Então uma formiga passava. Estava perdida. Onde as companheiras? Procurou-as,
mas não estavam ali. Traçou uma longuíssima linha no chão e depois um círculo
em volta da formiga perdida. Dentro do círculo ela ficou mais perdida do que
estava quando tinha o mundo inteiro para andar.
Se
superasse aquele obstáculo poderia ser livre e voltar para casa. Mas ele
suspeitava que o formigueiro daquela formiga ficasse dentro da mata e ela tinha
se perdido do caminho. Se Catita esquecesse o gato ele também se esqueceria da
formiga. Desenhou outro círculo dentro do círculo maior e fez do mundo um lugar
menor para as formigas e para os meninos brincarem. Era uma forma de viver.
Foi
quando alguma coisa aconteceu no terreiro da casa e houve uma agitação geral
entre as galinhas, no gato e em Catita. As galinhas correram curiosas para
saber o que era. O gato fugiu porque as galinhas corriam tontas e Catita tinha
perdido o gato e não se interessava pelas galinhas.
Então
ele se ergueu e com a pontinha do pé apagou a borda do círculo maior. Foi quando entendeu
que a mãe havia despejado a água da bacia que lavara os pratos e as galinhas
tinham pensado que ela tinha jogado comida pra elas. Bicho burrinho é uma
galinha. Cabeça de galinha é como uma cabeça de peixe, não tem nada dentro.
Estalou
os dedos e Catita veio vindo feliz. Veio toda se mijando a louquinha.

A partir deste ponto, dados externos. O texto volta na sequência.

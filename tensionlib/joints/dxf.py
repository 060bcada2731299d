"""A part's drawing as DXF: true size in mm, one layer a kind of line, real dimensions.

Layers: CUT the outline to be cut, BREAK where the part goes on, HOLES, FOLD, NET and BLOCK the
failure surfaces, DIM, TEXT.
"""

from __future__ import annotations

import io
import os
import tempfile
from collections.abc import Sequence
from importlib import import_module
from itertools import pairwise
from pathlib import Path
from typing import Any

from tensionlib.errors import InputError
from tensionlib.joints.part_view import PartView, hatch
from tensionlib.joints.parts import Opening

_LAYERS = {
    "CUT": (7, "CONTINUOUS"),
    "BREAK": (8, "CONTINUOUS"),
    "HOLES": (7, "CONTINUOUS"),
    "FOLD": (8, "CENTER"),
    "NET": (1, "DASHDOT"),
    "BLOCK": (5, "DASHED"),
    "DIM": (8, "CONTINUOUS"),
    "TEXT": (7, "CONTINUOUS"),
}


def _plain(text: str) -> str:
    """A text that DXF readers take literally: no line breaks, no control codes."""
    return " ".join(text.split()).replace("%%", "% %").replace("^", "^ ")


def to_dxf(view: PartView) -> str:
    """The drawing as the text of a DXF file (R2010), the same text for the same view."""
    options = import_module("ezdxf").options
    # Dates and identities would differ from run to run; ezdxf has a switch for those.
    before = options.write_fixed_meta_data_for_testing
    options.write_fixed_meta_data_for_testing = True
    try:
        return _drawn(view)
    finally:
        options.write_fixed_meta_data_for_testing = before


def _drawn(view: PartView) -> str:
    from ezdxf import units
    from ezdxf.filemanagement import new

    document = new("R2010", setup=True)
    document.units = units.MM
    document.header["$LTSCALE"] = 10.0
    for name, (colour, line) in _LAYERS.items():
        document.layers.add(name, color=colour, linetype=line)
    space = document.modelspace()
    _outline(space, view)
    for hole in view.holes:
        _hole(space, hole)
    left, bottom, right, top = view.box
    height = max(2.5, (top - bottom) / 45)
    for y, word in view.folds:
        space.add_line((left, y), (right, y), dxfattribs={"layer": "FOLD"})
        _text(space, word, right + height, y, height)
    for hole in view.holes:
        shift = max(hole.along, hole.across) * 0.36 + height * 0.4
        _text(space, hole.mark, hole.x + shift, hole.y + shift, height)
    if view.net:
        space.add_lwpolyline(view.net, dxfattribs={"layer": "NET"})
    for piece in view.block:
        space.add_line(piece.start, piece.end, dxfattribs={"layer": "BLOCK"})
    for area in view.torn:
        for start, end in hatch(area, max((top - bottom) / 40, 2.0), view.outline):
            space.add_line(start, end, dxfattribs={"layer": "BLOCK"})
    _dimensions(space, view, height)
    words = [view.title, view.net_label, *view.block_labels, *view.notes]
    for k, word in enumerate(word for word in words if word):
        _text(space, word, left, bottom - height * (9 + 1.8 * k), height)
    stream = io.StringIO()
    document.write(stream)
    return stream.getvalue()


def _outline(space: Any, view: PartView) -> None:
    """The outline on CUT; a part that goes on has its cut edges open on BREAK."""
    if not view.cut:
        space.add_lwpolyline(view.outline, close=True, dxfattribs={"layer": "CUT"})
        return
    corners = view.outline
    for i, start in enumerate(corners):
        end = corners[(i + 1) % len(corners)]
        layer = "BREAK" if i in view.cut else "CUT"
        space.add_line(start, end, dxfattribs={"layer": layer})


def _hole(space: Any, hole: Opening) -> None:
    if hole.along == hole.across:
        space.add_circle((hole.x, hole.y), hole.along / 2, dxfattribs={"layer": "HOLES"})
        return
    long, short = max(hole.along, hole.across) / 2, min(hole.along, hole.across) / 2
    d = long - short
    if hole.along > hole.across:
        points = [
            (hole.x - d, hole.y - short, 0.0),
            (hole.x + d, hole.y - short, 1.0),
            (hole.x + d, hole.y + short, 0.0),
            (hole.x - d, hole.y + short, 1.0),
        ]
    else:
        points = [
            (hole.x + short, hole.y - d, 0.0),
            (hole.x + short, hole.y + d, 1.0),
            (hole.x - short, hole.y + d, 0.0),
            (hole.x - short, hole.y - d, 1.0),
        ]
    space.add_lwpolyline(points, format="xyb", close=True, dxfattribs={"layer": "HOLES"})


def _text(space: Any, text: str, x: float, y: float, height: float) -> None:
    shown = _plain(text)
    if shown:
        space.add_text(shown, height=height, dxfattribs={"layer": "TEXT"}).set_placement((x, y))


def _dimensions(space: Any, view: PartView, height: float) -> None:
    """Chains below and to the left, as real dimensions."""
    left, bottom, _, _ = view.box
    # The library's own style prints lengths a hundred times as long.
    override = {"dimlfac": 1.0, "dimtxt": height, "dimasz": height * 0.8, "dimdec": 1}
    for a, b in pairwise(view.along):
        _dimension(space, (a, bottom), (b, bottom), (a, bottom - height * 4), 0.0, override)
    for a, b in pairwise(sorted(view.across)):
        _dimension(space, (left, a), (left, b), (left - height * 4, a), 90.0, override)


def _dimension(
    space: Any,
    first: tuple[float, float],
    second: tuple[float, float],
    base: tuple[float, float],
    angle: float,
    override: dict[str, float],
) -> None:
    size = abs(second[0] - first[0]) if angle == 0.0 else abs(second[1] - first[1])
    dimension = space.add_linear_dim(
        base=base,
        p1=first,
        p2=second,
        angle=angle,
        text=f"{size:.5g}",
        dimstyle="EZDXF",
        override=override,
        dxfattribs={"layer": "DIM"},
    )
    dimension.render()


def save_dxf(views: Sequence[PartView], folder: str | Path, stem: str) -> list[Path]:
    """Write each view as a DXF file in a folder, whole or not at all; gives the files' paths.

    Raises
    ------
    InputError
        For a folder that is not there.
    """
    where = Path(folder)
    if not where.is_dir():
        raise InputError(f"folder: {where} is not a folder; make it first")
    paths = []
    for k, view in enumerate(views, start=1):
        target = where / (f"{stem}-{k}.dxf" if len(views) > 1 else f"{stem}.dxf")
        handle, name = tempfile.mkstemp(dir=where, suffix=".part")
        try:
            with os.fdopen(handle, "w", encoding="utf-8", newline="\n") as stream:
                stream.write(to_dxf(view))
            os.replace(name, target)
        except BaseException:
            Path(name).unlink(missing_ok=True)
            raise
        paths.append(target)
    return paths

___Eu só queria te dizer uma coisa Catita, só uma
coisa que tu vai gostar.
Carlinhos
olhou nos olhos da cadela que eram grandes e brilhantes e ficou parado lá
dentro. O pai era uma sombra na sua memória e a mãe ele podia ouvir dentro de
casa cuidando da irmãzinha dele que ainda não sabia exatamente de nada como as
coisas aconteciam lá fora. Ele gostava de Catita, gostava da mãe e da
irmãzinha. Não era assim?
___Era pra te dizer Catita que Dona Mariazinha
Sinhá pediu pra te levar lá na casa dela pra festa que ela vai fazer só pra
cachorro ir. Vai ser bom não vai Catita?
Mas
Catita nem pensava no que o menino estava dizendo. Ela era um bicho como é que
ia saber o que o menino estava dizendo? Mas a voz ela ouvia e como era
tranquila e quente podia entender que o menino era bom. Mas e o pai? O pai era
a voz que vibrava dentro dela. Caminhou entre as pernas do menino e sentou-se
olhando-o de frente.
Carlinhos
tomou a cabeça da cachorra entre as mãos, desceu os dedos até as orelhas e a
ponta do polegar até o focinho. Catita olhava-o de frente ouvindo-o como se
estivesse compreendendo, mas não compreendia coisa alguma porque era um bicho
que não sabia entender como a voz humana estava cheia de pensamentos. Era um
animal bem bobo, mas como o menino falava permanecia atenta, mas não era uma
atenção concentrada porque havia tudo em volta: as moscas que voavam e as
galinhas que corriam doidas e a onipresença do gato em qualquer lugar.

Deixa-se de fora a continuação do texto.